Flatland ~ I'm currently going through the laws of nature, and how the Flatlander’s recognise each other – bearing in mind that most of the time they look like straight lines as they are only two dimensional.  The story is narrated by a Square, and he tells us that the law of nature states that each male child of a professional or gentlemanly Square will have one more side that his father and in this way the descendants will progress to a many sided or Polygonal shape and this ranks very highly along with nobility, who are Circles.

The lower class of society are Isosceles triangles, but even these can advance though it is at a much slower rate.  Their points can increase by degrees and minutes over each generation, and the birth of an Equilateral triangle is cause for a great celebration. (The Square’s own father was an Equilateral triangle).           

Women are pretty dangerous in Flatland, they are needle sharp straight lines and when facing you head on they are extremely difficult to see, and therefore deadly.  They must hum a continuous ‘peace-cry’ to alert those around them of their presence.

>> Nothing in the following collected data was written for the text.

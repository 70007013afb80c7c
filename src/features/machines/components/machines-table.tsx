import { Link } from 'react-router-dom';
import { createColumnHelper } from '@tanstack/react-table';
import { DataTable } from '../../../components/ui/data-table';
import { Badge, EmptyState } from '../../../components/ui/notice';
import { MachineStateBadge } from '../../../components/ui/machine-state-badge';
import { MACHINE_KIND_LABELS, type MachineRow } from '../../../../shared/schemas/machines';
import { paths } from '../../../config/paths';

const col = createColumnHelper<MachineRow>();

/** Machines in tree order; components are indented under their machine. */
export function MachinesTable({ rows, loading, toolbar }: { rows: MachineRow[]; loading?: boolean; toolbar?: React.ReactNode }) {
  const columns = [
    col.accessor('code', {
      header: 'Code',
      enableHiding: false,
      cell: (c) => (
        <Link
          to={paths.machine.getHref(c.row.original.id)}
          className="inline-flex min-h-touch min-w-touch items-center font-bold text-mandatory-ink underline"
          style={{ paddingLeft: `${c.row.original.depth * 1.25}rem` }}
        >
          {c.row.original.depth > 0 ? (
            <span aria-hidden className="mr-1 text-steel-500">
              └
            </span>
          ) : null}
          {c.getValue()}
        </Link>
      ),
    }),
    col.accessor('name', { header: 'Name' }),
    col.accessor('kind', { header: 'Kind', cell: (c) => MACHINE_KIND_LABELS[c.getValue()] }),
    col.accessor('location', { header: 'Location', cell: (c) => c.getValue() ?? '—' }),
    col.accessor('serial', { header: 'Serial', cell: (c) => c.getValue() ?? '—' }),
    col.accessor('meterCount', { header: 'Meters' }),
    col.accessor((r) => r.status.state, {
      id: 'state',
      header: 'State',
      cell: (c) =>
        c.row.original.active ? (
          <span title={c.row.original.status.reason ?? undefined}>
            <MachineStateBadge state={c.row.original.status.state} />
          </span>
        ) : (
          <Badge>Retired</Badge>
        ),
    }),
  ];
  return (
    <DataTable
      caption="Machines and components"
      columns={columns}
      data={rows}
      loading={loading}
      getRowId={(r) => r.id}
      toolbar={toolbar}
      empty={<EmptyState title="No machines yet">Add the first machine with the form above.</EmptyState>}
    />
  );
}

The University in Flatland is called ‘Wentbridge’, this being a pun on Cambridge and Abbott was also making the point that Cambridge was behind the times.  Abbott was a big advocate for women’s education which was not a priority back in the 1800s.

This is fun, but it’s also a very though provoking social commentary of the times.  It’s not long, and I’m about half way though it.

Yesterday I went to see The Expendables at the movies.  It was truly awful, though my other half thought it was great – full of action, explosions – that sort of thing.  I came out of the cinema with a raging headache!  We picked up a couple of DVDs too and they were better – The Hurt Locker which wasn’t bad but I still think Avatar should have got the best picture Oscar, and a French movie called A Prophet which wasn’t really as good as the critics had made out.  It was watchable however and very well acted.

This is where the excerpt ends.